--- Given records Enclosed Below ---

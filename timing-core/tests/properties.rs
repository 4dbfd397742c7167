//! Property tests of the invariants of the ideal cell (DESIGN.md section 2).
//! The relations checked here follow from the closed forms themselves; the
//! comparisons with references outside the project live in `tests/` at the
//! workspace root (ngspice, ODE solver, textbook).

use proptest::prelude::*;
use timing_core::{CellPoint, Error, Tank, Timer, Topology, Transition, TurnOn, WindowPosition};

/// Realistic tank and operating-point ranges (log-uniform).
fn log_uniform(lo: f64, hi: f64) -> impl Strategy<Value = f64> {
    (lo.ln()..hi.ln()).prop_map(f64::exp)
}

fn tank() -> impl Strategy<Value = Tank<f64>> {
    (log_uniform(50e-9, 100e-6), log_uniform(100e-12, 1e-6))
        .prop_filter_map("valid tank", |(l, c)| Tank::new(l, c).ok())
}

fn transition(tank: &Tank<f64>, v: f64, i: f64) -> Transition<f64> {
    let cell = CellPoint::new(v, i).unwrap();
    Transition::new(tank, &cell).unwrap()
}

/// Cell current giving normalised load `j` at voltage `v`.
fn current_for(tank: &Tank<f64>, v: f64, j: f64) -> f64 {
    j * v / tank.z0_ohm()
}

proptest! {
    #![proptest_config(ProptestConfig::with_cases(2000))]

    #[test]
    fn window_opens_before_it_closes(tank in tank(), v in log_uniform(1.0, 1000.0), j in 1.0001f64..50.0) {
        let t = transition(&tank, v, current_for(&tank, v, j));
        let w = t.window().unwrap();
        prop_assert!(t.charge_end_s() > 0.0);
        prop_assert!(t.charge_end_s() < w.open_s);
        prop_assert!(w.open_s < w.close_s);
        prop_assert!(w.close_s < w.ramp_end_s);
    }

    #[test]
    fn window_shrinks_to_zero_as_j_approaches_one(tank in tank(), v in log_uniform(1.0, 1000.0), e in log_uniform(1e-12, 1e-2)) {
        // width*w0 = sqrt(J^2 - 1) = sqrt(e*(2 + e)) for J = 1 + e.
        let t = transition(&tank, v, current_for(&tank, v, 1.0 + e));
        let w = t.window().unwrap();
        let w0 = tank.w0_rad_s();
        let j = t.normalized_load();
        let expect = ((j - 1.0) * (j + 1.0)).sqrt();
        prop_assert!(w.width_s() >= 0.0);
        prop_assert!((w.width_s() * w0 - expect).abs() <= 1e-9 * (1.0 + expect) + 8.0 * f64::EPSILON * w.close_s * w0);
        prop_assert!(w.width_s() * w0 <= (2.0 * e * 1.01).sqrt() + 1e-12);
    }

    #[test]
    fn valley_meets_window_open_at_the_boundary(tank in tank(), v in log_uniform(1.0, 1000.0)) {
        let i1 = current_for(&tank, v, 1.0);
        let below = transition(&tank, v, i1 * (1.0 - 1e-9));
        let above = transition(&tank, v, i1 * (1.0 + 1e-9));
        let valley = below.valley().unwrap();
        let window = above.window().unwrap();
        let scale = 1.0 / tank.w0_rad_s();
        // Both are T1 + 3pi/2/w0 at J = 1; the asin near 1 moves by sqrt(2e-9).
        prop_assert!((valley.valley_s - window.open_s).abs() < 1e-4 * scale);
        prop_assert!(window.width_s() < 1e-4 * scale);
        prop_assert!(valley.valley_voltage_v.abs() < 1e-6 * v);
    }

    #[test]
    fn more_load_opens_earlier_widens_and_stresses_more(tank in tank(), v in log_uniform(1.0, 1000.0), j in 1.0f64..40.0, k in 1.001f64..3.0) {
        let a = transition(&tank, v, current_for(&tank, v, j));
        let b = transition(&tank, v, current_for(&tank, v, j * k));
        let (wa, wb) = (a.window().unwrap(), b.window().unwrap());
        prop_assert!(b.charge_end_s() < a.charge_end_s());
        prop_assert!(wb.open_s < wa.open_s);
        prop_assert!(wb.width_s() > wa.width_s());
        prop_assert!(b.peak_switch_voltage_v() > a.peak_switch_voltage_v());
    }

    #[test]
    fn light_load_has_a_valley_not_a_window(tank in tank(), v in log_uniform(1.0, 1000.0), j in 1e-3f64..0.999) {
        let t = transition(&tank, v, current_for(&tank, v, j));
        prop_assert!(!t.is_zvs());
        let valley = t.valley().unwrap();
        prop_assert!(valley.valley_voltage_v > 0.0 && valley.valley_voltage_v < v);
        prop_assert!(valley.valley_s > t.peak_s());
    }

    #[test]
    fn cell_mappings_balance_power(vin in log_uniform(1.0, 800.0), ratio in 1.01f64..10.0, io in log_uniform(0.01, 200.0)) {
        // Lossless converter: Vin*Iin = Vout*Io (power balance).
        let buck = CellPoint::from_converter(Topology::Buck, vin, vin / ratio, io).unwrap();
        prop_assert_eq!((buck.v_volt(), buck.i_amp()), (vin, io));

        let vout = vin * ratio;
        let boost = CellPoint::from_converter(Topology::Boost, vin, vout, io).unwrap();
        let iin = boost.i_amp(); // the boost switch carries the input current
        prop_assert!((vin * iin - vout * io).abs() <= 1e-12 * vout * io);
        prop_assert_eq!(boost.v_volt(), vout);

        let vo = vin * ratio / 3.0;
        let bb = CellPoint::from_converter(Topology::BuckBoost, vin, vo, io).unwrap();
        let iin = bb.i_amp() - io; // the switch carries Iin + Io
        prop_assert!((vin * iin - vo * io).abs() <= 1e-9 * vo * io);
        prop_assert!((bb.v_volt() - (vin + vo)).abs() <= 1e-12 * (vin + vo));
    }

    #[test]
    fn commanded_turn_on_lands_in_the_window(tank in tank(), v in log_uniform(5.0, 800.0), j in 1.0f64..20.0,
                                              clock in log_uniform(50e6, 5e9), ton in 0.0f64..300e-9, pos in 0.0f64..=1.0) {
        let t = transition(&tank, v, current_for(&tank, v, j));
        let timer = Timer::new(clock, 32, ton, 0.0).unwrap();
        let w = t.window().unwrap();
        match timer.command(&t, WindowPosition::new(pos).unwrap()) {
            Ok(cmd) => {
                let tick = 1.0 / clock;
                prop_assert!((timer.turn_on_s(cmd.ticks()) - cmd.turn_on_s()).abs() < 1e-18);
                if cmd.is_in_window() {
                    prop_assert!(cmd.turn_on_s() >= w.open_s && cmd.turn_on_s() <= w.close_s);
                    // Rounded to nearest unless moved into the window.
                    // Nearest tick, or moved by at most one tick to stay inside the window.
                    prop_assert!((cmd.turn_on_s() - cmd.target_s()).abs() <= tick * (1.0 + 1e-9) || cmd.target_s() < timer.lead_s());
                } else {
                    // Only allowed when no tick fits in the window (or the window starts before the command can).
                    prop_assert!(w.width_s() < tick * (1.0 + 1e-6) || w.open_s < timer.lead_s());
                }
            }
            Err(Error::DelayNegative { delay_s }) => prop_assert!(delay_s < 0.0 && w.close_s < ton),
            Err(e) => prop_assert!(false, "unexpected {e}"),
        }
    }

    #[test]
    fn no_input_gives_a_nan_or_a_panic(l in any::<f64>(), c in any::<f64>(), v in any::<f64>(), i in any::<f64>(),
                                        clock in any::<f64>(), d in any::<f64>(), p in any::<f64>(), bits in any::<u8>()) {
        let Ok(tank) = Tank::new(l, c) else { return Ok(()) };
        prop_assert!(tank.z0_ohm().is_normal() && tank.w0_rad_s().is_normal());
        let Ok(cell) = CellPoint::new(v, i) else { return Ok(()) };
        let Ok(t) = Transition::new(&tank, &cell) else { return Ok(()) };
        let times = match t.turn_on() {
            TurnOn::Zvs(w) => [w.open_s, w.close_s, w.ramp_end_s],
            TurnOn::Valley(v) => [v.valley_s, v.valley_voltage_v, v.ramp_end_s],
        };
        for x in times.into_iter().chain([t.charge_end_s(), t.peak_s(), t.peak_switch_voltage_v(), t.normalized_load()]) {
            prop_assert!(x.is_finite(), "{x} in {t:?}");
        }
        if let (Ok(timer), Ok(pos)) = (Timer::new(clock, bits, d, 0.0), WindowPosition::new(p)) {
            if let Ok(cmd) = timer.command(&t, pos) {
                prop_assert!(cmd.ticks() <= timer.max_ticks());
                prop_assert!(cmd.turn_on_s().is_finite());
            }
        }
    }
}

#[test]
fn bad_inputs_are_named() {
    use timing_core::Quantity;
    let cases: [(Result<Tank<f64>, Error>, Quantity); 5] = [
        (Tank::new(f64::NAN, 1e-9), Quantity::ResonantInductance),
        (Tank::new(1e-6, -1e-9), Quantity::ResonantCapacitance),
        (Tank::new(0.0, 1e-9), Quantity::ResonantInductance),
        (
            Tank::new(1e-6, f64::INFINITY),
            Quantity::ResonantCapacitance,
        ),
        (Tank::new(1e-6, 1e-310), Quantity::ResonantCapacitance),
    ];
    for (r, q) in cases {
        let e = r.unwrap_err();
        let named = matches!(e, Error::NotFinite { quantity, .. } | Error::NotPositive { quantity, .. } | Error::Subnormal { quantity, .. } if quantity == q);
        assert!(named, "{e:?} should name {q:?}");
        assert!(e.to_string().contains(q.describe()));
    }
    assert!(matches!(
        Tank::new(1e308, 1e308),
        Err(Error::Overflow { .. })
    ));
    assert!(matches!(
        CellPoint::new(48.0, -1.0),
        Err(Error::NotPositive {
            quantity: Quantity::CellCurrent,
            ..
        })
    ));
    assert!(matches!(
        CellPoint::from_converter(Topology::Boost, 48.0, 24.0, 1.0),
        Err(Error::OutOfRange {
            quantity: Quantity::OutputVoltage,
            ..
        })
    ));
    assert!(matches!(
        Timer::new(170e6, 33, 0.0, 0.0),
        Err(Error::OutOfRange {
            quantity: Quantity::CounterBits,
            ..
        })
    ));
    assert!(matches!(
        Timer::new(170e6, 16, -1e-9, 0.0),
        Err(Error::Negative {
            quantity: Quantity::TurnOnDelay,
            ..
        })
    ));
    assert!(matches!(
        WindowPosition::new(1.5),
        Err(Error::OutOfRange {
            quantity: Quantity::WindowPosition,
            ..
        })
    ));
}

#[test]
fn delays_beyond_the_counter_are_refused_not_wrapped() {
    // 1 mH / 1 uF: window near 100 us, far beyond an 8-bit counter at 170 MHz.
    let tank = Tank::new(1e-3, 1e-6).unwrap();
    let t = transition(&tank, 48.0, current_for(&tank, 48.0, 2.0));
    let timer = Timer::new(170e6, 8, 0.0, 0.0).unwrap();
    let e = timer
        .command(&t, WindowPosition::new(0.5).unwrap())
        .unwrap_err();
    assert!(
        matches!(e, Error::TickOverflow { max_ticks: 255, .. }),
        "{e:?}"
    );
    // The saturating conversion for per-cycle use clamps instead.
    assert_eq!(timer.ticks_saturating(1.0).get(), 255);
    assert_eq!(timer.ticks_saturating(-1.0).get(), 0);
    assert_eq!(timer.ticks_saturating(f64::NAN).get(), 0);
}

#[test]
fn a_slow_driver_is_refused() {
    let tank = Tank::new(1e-6, 6.8e-9).unwrap();
    let t = transition(&tank, 48.0, 6.0); // window closes near 470 ns
    let timer = Timer::new(170e6, 16, 700e-9, 0.0).unwrap();
    assert!(matches!(
        timer.command(&t, WindowPosition::EARLIEST),
        Err(Error::DelayNegative { .. })
    ));
    // A turn-off delay as long as the turn-on delay cancels it.
    let timer = Timer::new(170e6, 16, 700e-9, 700e-9).unwrap();
    assert!(timer
        .command(&t, WindowPosition::EARLIEST)
        .unwrap()
        .is_in_window());
}
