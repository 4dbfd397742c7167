//! The half-bridge leg's edges against relations outside the integrator:
//! the closed-form LC swing of a constant capacitance, the constant-current
//! swing time, and the charge and energy balances of Coss curves.

use timing_core::coss::CossPoint;
use timing_core::leg::{
    switching_points, DriverDelays, Edge, EdgeTurnOn, Leg, LegConverter, LegPoint, LegTimer,
    NodeCapacitance, ShortSwing,
};
use timing_core::WindowPosition;
use timing_core::{Error, Quantity};

/// An invented 60 V-class curve for the low side (not a real part).
const LOW: [CossPoint<f64>; 4] = [
    CossPoint {
        volts: 0.0,
        farads: 2.2e-9,
    },
    CossPoint {
        volts: 5.0,
        farads: 1.1e-9,
    },
    CossPoint {
        volts: 20.0,
        farads: 0.45e-9,
    },
    CossPoint {
        volts: 60.0,
        farads: 0.3e-9,
    },
];

/// A curve whose points are not round numbers (their images `Vbus - p`
/// on the other switch's side do not round-trip exactly).
const ODD: [CossPoint<f64>; 4] = [
    CossPoint {
        volts: 0.1,
        farads: 2.6e-9,
    },
    CossPoint {
        volts: 0.7,
        farads: 1.9e-9,
    },
    CossPoint {
        volts: 7.7,
        farads: 0.8e-9,
    },
    CossPoint {
        volts: 133.3,
        farads: 0.21e-9,
    },
];

/// An invented, different curve for the high side.
const HIGH: [CossPoint<f64>; 3] = [
    CossPoint {
        volts: 0.0,
        farads: 1.5e-9,
    },
    CossPoint {
        volts: 10.0,
        farads: 0.6e-9,
    },
    CossPoint {
        volts: 60.0,
        farads: 0.25e-9,
    },
];

fn window(t: &timing_core::leg::EdgeTransition<f64>) -> timing_core::leg::EdgeWindow<f64> {
    t.turn_on
        .window()
        .unwrap_or_else(|| panic!("no window: {t:?}"))
}

/// The lossless LC swing from u = 0 with current j0 towards E: textbook
/// (any circuits text; from memory) u(t) = E(1 - cos wt) + j0*Z0*sin wt,
/// j(t) = j0*cos wt + (E/Z0)*sin wt. Its first reach of `vbus`, by
/// bisection on the rising part.
fn lc_open(c: f64, l: f64, e: f64, j0: f64, vbus: f64) -> (f64, f64) {
    let w = 1.0 / (l * c).sqrt();
    let z0 = (l / c).sqrt();
    let u = |t: f64| e * (1.0 - (w * t).cos()) + j0 * z0 * (w * t).sin();
    // The peak: where j = 0 first.
    let peak = ((-j0 * z0 / e).atan() + std::f64::consts::PI) / w;
    let (mut a, mut b) = (0.0, peak);
    assert!(u(b) >= vbus, "the swing does not reach the rail");
    for _ in 0..200 {
        let m = 0.5 * (a + b);
        if u(m) >= vbus {
            b = m;
        } else {
            a = m;
        }
    }
    let t = 0.5 * (a + b);
    (t, j0 * (w * t).cos() + e / z0 * (w * t).sin())
}

#[test]
fn constant_capacitance_swings_as_the_lc_closed_form() {
    let c = 680e-12;
    let node = NodeCapacitance::new(&[], &[], c).unwrap();
    let l = 2.2e-6;
    let leg = Leg::new(l, node, 0.0, 1e-6).unwrap();
    let mut worst = 0.0f64;
    for (vbus, far, amps) in [
        (48.0, 12.0, 2.0),
        (48.0, 24.0, 5.0),
        (400.0, 200.0, 1.5),
        (24.0, 5.0, 8.0),
    ] {
        for edge in [Edge::Falling, Edge::Rising] {
            let (current, e) = match edge {
                Edge::Falling => (amps, vbus - far),
                Edge::Rising => (-amps, far),
            };
            let t = leg
                .edge(edge, &LegPoint::new(vbus, current, far).unwrap())
                .unwrap();
            let w = window(&t);
            let (open, jc) = lc_open(c, l, e, amps, vbus);
            // The clamp: lossless, jc*L over the inductor's voltage.
            let close = open + jc * l / (vbus - e);
            for (got, want) in [
                (w.open_s, open),
                (w.close_s.min(open + 1e-6), close.min(open + 1e-6)),
            ] {
                worst = worst.max((got - want).abs() / want);
            }
            assert!(
                (t.clamp_start_current_a - jc).abs() < 1e-6 * amps,
                "{t:?} {jc}"
            );
        }
    }
    println!("leg, constant C, lossless: worst relative error {worst:.2e}");
    assert!(worst < 1e-6, "{worst:e}");
}

#[test]
fn large_inductance_swings_in_charge_over_current() {
    // A filter inductor: the current hardly changes during the swing, and
    // the swing time is the node's charge over it (common practice, no
    // source; the constant-capacitance form is C*Vbus/I).
    let mut worst = 0.0f64;
    for (low, high, ext) in [
        (&[][..], &[][..], 470e-12),
        (&LOW[..], &HIGH[..], 0.0),
        (&LOW[..], &LOW[..], 220e-12),
        (&ODD[..], &HIGH[..], 0.0),
        (&HIGH[..], &ODD[..], 0.0),
    ] {
        let node = NodeCapacitance::new(low, high, ext).unwrap();
        let leg = Leg::new(10.0, node, 0.0, 1e-3).unwrap();
        for (vbus, amps) in [(48.0, 3.0), (36.0, 0.8), (60.0, 10.0), (133.3, 2.2)] {
            for edge in [Edge::Falling, Edge::Rising] {
                let current = if edge == Edge::Falling { amps } else { -amps };
                let t = leg
                    .edge(edge, &LegPoint::new(vbus, current, vbus / 4.0).unwrap())
                    .unwrap();
                let want = node.swing_charge(vbus) / amps;
                worst = worst.max((window(&t).open_s - want).abs() / want);
            }
        }
    }
    println!("leg, large L: swing time within {worst:.2e} of Q/I");
    assert!(worst < 1e-6, "{worst:e}");
}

--- End of Enclosed Given records ---

> **Task to complete**
Among the lines of the data, find every one that holds "NotPositive" and copy it.

> **Response**
        let named = matches!(e, Error::NotFinite { quantity, .. } | Error::NotPositive { quantity, .. } | Error::Subnormal { quantity, .. } if quantity == q);
        Err(Error::NotPositive {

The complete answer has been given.